# Stupid question, will goats eat potato plants?



## tinknal (May 21, 2004)

I know potato plants are poisonous to many species but know nothing of goats. Will they avoid the plants? 

It occurred to me that if I planted potatoes in the pasture ( and assuming they won't eat them) that goats would keep the weeds down. Any thoughts?


----------



## FunnyRiverFarm (May 25, 2010)

My goats have never tried to eat them. I wouldn't rely on them to clear weeds for you though. Goats have a tendency to take a nibble off the top weeds and leave the rest intact...I am afraid they would not be very effective in keeping your potato patch in order.


----------



## Our Little Farm (Apr 26, 2010)

I wonder if sheep would eat potato plants. I've never tried growing them out of a fenced garden. Interesting thread. 

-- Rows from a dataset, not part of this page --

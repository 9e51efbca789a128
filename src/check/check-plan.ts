import type { HeterogeneityMethod } from '../physics/index.js';
import {
  type BeamCheck,
  type CalculatedBeam,
  type DoseGrid,
  type FractionGroup,
  type FractionGroupCheck,
  type Issue,
  type MachineModel,
  note,
  type Note,
  type NotCheckedBeam,
  type Plan,
  type PlanCheck,
  type ReferencedBeam,
  type PlanVerdict,
} from '../model/index.js';
import { isSupportedPosition, unsupportedReason } from './beam-support.js';
import { checkBeam, notCheckedBeam } from './beam/index.js';
import { choosePoint } from './choose-point.js';
import { atUserPoint } from './dose-at-user-point.js';
import { attachDoseGrids, withGrid } from './dose-grids.js';
import { explainPlan } from './explain-totals.js';
import { judge } from './judge.js';
import { machineLimitIssues } from './machine-limits.js';
import { matchMachine } from './match-machine.js';
import type { PatientCt } from './patient-ct.js';
import { planningSystemDepths, planStatesCorrection } from './planning-system-depths.js';
import type { Policy } from './policy.js';
import { courseTotals, groupTotals } from './totals.js';
import { worst } from './verdict.js';

export interface CheckOptions {
  readonly machine: MachineModel;
  readonly policy: Policy;
  /** Plan machine name → beam-data machine name (`--machine-alias`). */
  readonly aliases: ReadonlyMap<string, string>;
  readonly pointPatientMm?: [number, number, number];
  readonly suggestPoint: boolean;
  /** Explain every beam's deviation (by default only beams not within tolerance). */
  readonly explainAll?: boolean;
  /** Whether to explain deviations at all (default yes; the bench times the check without). */
  readonly explain?: boolean;
  readonly ct?: PatientCt;
  /** The planning system's RT Dose grids for this plan (any summation type). */
  readonly doseGrids?: readonly DoseGrid[];
  /** How photon doses are corrected for heterogeneity with the CT (default: the TPR ratio). */
  readonly heterogeneity?: HeterogeneityMethod;
}

/** The plan's file as read: where, its hash, and what its import warned of (carried into the result). */
export interface PlanFile {
  readonly path: string;
  readonly sha256: string;
  readonly importWarnings?: readonly Issue[];
}

/**
 * The worst beam verdict; "not verified" in place of any milder one when a beam that delivers dose
 * went unchecked or none was checked (a beam beyond its action level stays the headline).
 */
function planVerdict(beams: readonly BeamCheck[], fullyVerified: boolean): PlanVerdict {
  let verdict: PlanVerdict = 'within tolerance';
  for (const b of beams) if (b.status === 'checked') verdict = worst<PlanVerdict>(verdict, b.verdict);
  return fullyVerified ? verdict : worst<PlanVerdict>(verdict, 'not verified');
}

/**
 * The independent check of one plan: every beam of every fraction group gets a dose or a reason
 * why not, a deviation from the planning system and a verdict; then the totals per point, per
 * fraction and over the course. A deviation beyond a level is a result, never an exception.
 */
export function checkPlan(plan: Plan, file: PlanFile, o: CheckOptions): PlanCheck {
  const issues: Issue[] = [];
  const frameIssue = ctFrameIssue(plan, file, o);
  if (frameIssue) issues.push(frameIssue);
  const ct = issues.length ? undefined : o.ct;
  const doses = planningSystemDoses(plan, o);
  const beamContext = { ...o, ct, ctRefused: !!o.ct && !ct, planningSystemCorrected: doses.planningSystemCorrected };
  let machine: PlanCheck['machine'];
  const checkedGroups: FractionGroupCheck[] = plan.fractionGroups.map((g) => {
    const beams = g.beams.map((entry) => {
      const r = checkEntry(plan, g, entry, beamContext);
      for (const i of r.issues ?? []) issues.push({ ...i, file: file.path });
      machine ??= r.machine;
      return atUserPoint(r.beam, doses.grids);
    });
    const judged = judge(beams, o.policy);
    return {
      number: g.number,
      ...(g.fractionsPlanned !== undefined ? { fractionsPlanned: g.fractionsPlanned } : {}),
      beams: judged,
      totals: groupTotals(plan, g, judged),
    };
  });
  const explained = explainGroups(plan, checkedGroups, { ...beamContext, suggestPoint: false }, doses, machine);
  const groups = attachDoseGrids(explained.groups, doses.grids);
  const all = groups.flatMap((g) => g.beams);
  // A setup beam delivers no dose: it needs no check and leaves the plan verified.
  const notChecked = all.filter((b) => b.status !== 'checked' && b.reason.code !== 'setup-beam').length;
  const checked = all.filter((b) => b.status === 'checked').length;
  const fullyVerified = notChecked === 0 && issues.length === 0 && checked > 0;
  return {
    file: file.path,
    fileSha256: file.sha256,
    planLabel: plan.label,
    ...(plan.name ? { planName: plan.name } : {}),
    ...(plan.patient.id ? { patientId: plan.patient.id } : {}),
    ...(plan.patient.name ? { patientName: plan.patient.name } : {}),
    sopInstanceUid: plan.sopInstanceUid,
    ...(plan.approvalStatus ? { approvalStatus: plan.approvalStatus } : {}),
    ...(machine ? { machine } : {}),
    fractionGroups: groups,
    courseTotals: explained.courseTotals.map((t) =>
      withGrid(
        t,
        doses.grids.find((g) => g.summationType === 'PLAN'),
      ),
    ),
    verdict: planVerdict(all, fullyVerified),
    fullyVerified,
    issues,
    importWarnings: [...(file.importWarnings ?? [])],
    warnings: planWarnings(plan, o, { ct, doses, notChecked, checked }),
  };
}

/** The options of one beam's check: the plan's CT when it is the plan's, and what the planning system says of heterogeneity. */
type EntryOptions = Omit<CheckOptions, 'ct'> & { ct: PatientCt | undefined; ctRefused: boolean; planningSystemCorrected: boolean | undefined };

/** A CT of another frame of reference cannot be the plan's: an input error, and the plan is checked without it. */
function ctFrameIssue(plan: Plan, file: PlanFile, o: CheckOptions): Issue | undefined {
  const ctFrame = o.ct?.volume.frameOfReferenceUid;
  if (!o.ct || ctFrame === plan.frameOfReferenceUid) return undefined;
  return {
    severity: 'error',
    code: 'inconsistent',
    file: file.path,
    path: 'FrameOfReferenceUID',
    message: "the CT and the plan are in different frames of reference: the CT cannot be this plan's",
    expected: `the plan's ${plan.frameOfReferenceUid ?? '(none)'}`,
    found: `the CT's ${ctFrame}`,
  };
}

/** The planning system's dose grids of this plan, and whether it corrected for heterogeneity (as the grids and the plan say). */
interface PlanningSystemDoses {
  readonly grids: readonly DoseGrid[];
  /** How the correction is stated (the grids' terms, the plan's Equivalent Depth). */
  readonly corrections: readonly string[];
  readonly planningSystemCorrected: boolean | undefined;
}

function planningSystemDoses(plan: Plan, o: CheckOptions): PlanningSystemDoses {
  const grids = (o.doseGrids ?? []).filter(
    (g) => g.referencedPlanUid === plan.sopInstanceUid || (!g.referencedPlanUid && g.frameOfReferenceUid === plan.frameOfReferenceUid),
  );
  const corrections = [...new Set(grids.flatMap((g) => g.tissueHeterogeneityCorrection ?? []))];
  const gridSays = corrections.length ? corrections.some((c) => c === 'IMAGE' || c === 'ROI_OVERRIDE') : undefined;
  const planSays = planStatesCorrection(plan);
  const planningSystemCorrected = gridSays === true || planSays === true ? true : (gridSays ?? planSays);
  if (planSays) corrections.push('Equivalent Depth in the plan');
  return { grids, corrections, planningSystemCorrected };
}

/** The groups with their explanations (unless turned off), each cause able to recheck a beam with edited beam data. */
function explainGroups(
  plan: Plan,
  checkedGroups: FractionGroupCheck[],
  beamContext: EntryOptions,
  doses: PlanningSystemDoses,
  machine: PlanCheck['machine'],
): { groups: FractionGroupCheck[]; courseTotals: PlanCheck['courseTotals'] } {
  if ((beamContext.explain ?? true) === false) return { groups: checkedGroups, courseTotals: courseTotals(checkedGroups) };
  return explainPlan(
    checkedGroups,
    {
      machine: beamContext.machine,
      all: beamContext.explainAll ?? false,
      grids: doses.grids,
      largeSsdCm: beamContext.policy.classification.largeSsdCm,
      machineMatch: machine,
      planningSystemCorrected: doses.planningSystemCorrected,
    },
    (number) => {
      const g = plan.fractionGroups.find((x) => x.number === number)!;
      return (beamNumber, edited) => {
        const entry = g.beams.find((e) => e.beamNumber === beamNumber);
        const r = entry ? checkEntry(plan, g, entry, { ...beamContext, machine: edited }).beam : undefined;
        return r?.status === 'checked' ? r.calculation.independentDoseCGy : undefined;
      };
    },
  );
}

/** What the plan's result must say beside its beams: beams not checked, approval, the RT Doses unused, heterogeneity. */
function planWarnings(
  plan: Plan,
  o: CheckOptions,
  s: { ct: CheckOptions['ct']; doses: PlanningSystemDoses; notChecked: number; checked: number },
): Note[] {
  const { ct, doses, notChecked, checked } = s;
  const warnings: Note[] = [];
  if (notChecked) warnings.push(note('beams-not-checked', { count: notChecked }));
  if (checked === 0) warnings.push(note('no-beam-checked'));
  if (o.doseGrids?.length && !doses.grids.length) warnings.push(note('dose-not-this-plan', { files: o.doseGrids.map((g) => g.file).join(', ') }));
  if (plan.approvalStatus !== 'APPROVED') warnings.push(note('approval-status', { status: plan.approvalStatus }));
  if (!ct && checked > 0 && doses.planningSystemCorrected)
    warnings.push(note('planning-system-heterogeneity-corrected', { correction: doses.corrections.join(', ') }));
  if (!ct && checked > 0 && doses.planningSystemCorrected === undefined) warnings.push(note('heterogeneity-unknown'));
  return warnings;
}

/**
 * One beam of a fraction group: what the engine supports, the machine, the point; then the beam's
 * own check. An input issue (no beam data for the machine, a table missing) refuses the plan.
 */
function checkEntry(
  plan: Plan,
  g: FractionGroup,
  entry: ReferencedBeam,
  o: EntryOptions,
): { beam: CalculatedBeam | NotCheckedBeam; issues?: readonly Issue[]; machine?: PlanCheck['machine'] } {
  const beam = plan.beams.find((b) => b.number === entry.beamNumber)!;
  const position = plan.patientSetups.find((s) => s.number === beam.patientSetupNumber)?.position ?? plan.patientSetups[0]?.position;
  const why = unsupportedReason(beam, position, entry.beamMeterset);
  if (why) return { beam: notCheckedBeam(beam, entry, why.code, why.values) };
  const m = matchMachine(beam.machineName, o.machine, o.aliases);
  if (!m.ok) {
    const issues = m.issues.map((i) => ({ ...i, beamNumber: beam.number, ...(beam.name ? { beamName: beam.name } : {}) }));
    return { beam: notCheckedBeam(beam, entry, 'input-refused', { message: m.issues.map((i) => i.message).join('; ') }), issues };
  }
  const machine = { planName: beam.machineName!, dataName: o.machine.name, via: m.value };
  const beyond = machineLimitIssues(beam, entry, o.machine);
  if (beyond.length)
    return { beam: notCheckedBeam(beam, entry, 'input-refused', { message: beyond.map((i) => i.message).join('; ') }), issues: beyond, machine };
  const point = choosePoint(plan, g, entry, beam, o.pointPatientMm);
  if (!point) return { beam: notCheckedBeam(beam, entry, 'no-point'), machine };
  if (o.ctRefused) return { beam: notCheckedBeam(beam, entry, 'ct-not-this-plan'), machine };
  if (!isSupportedPosition(position)) return { beam: notCheckedBeam(beam, entry, 'no-patient-position'), machine };
  const r = checkBeam({
    beam,
    entry,
    point,
    patientPosition: position,
    machine: o.machine,
    policy: o.policy,
    suggestPoint: o.suggestPoint,
    ct: o.ct,
    heterogeneity: o.heterogeneity,
    planningSystemCorrected: o.planningSystemCorrected,
    planningSystemDepths: planningSystemDepths(plan, g, entry, beam, point),
  });
  if (!r.ok)
    return { beam: notCheckedBeam(beam, entry, 'input-refused', { message: r.issues.map((i) => i.message).join('; ') }), issues: r.issues, machine };
  return { beam: r.value, machine };
}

I would be concerned that they could be poisonous to goats and sheep though.....


----------



## floodthelast (Apr 13, 2011)

I know that potato plants are part of the nightshade family which is poisonous to goats. I'd do more research on that if I were you.


----------



## suzyhomemaker09 (Sep 24, 2004)

We tried the growing of potatoes in a big trash can one year...had em lined against a fence in our back yard. Round about teh time they were georgeous and tal setting blossoms the goats decided to take notice of them. Needless to say we got no potatoes form those plants...goaties ate them right down. Mine have eaten all sorts of odd things that are supposed to be poisonous and have had no ill effects...but I'd not rely on what has happened with mine as to how to treat yours.


----------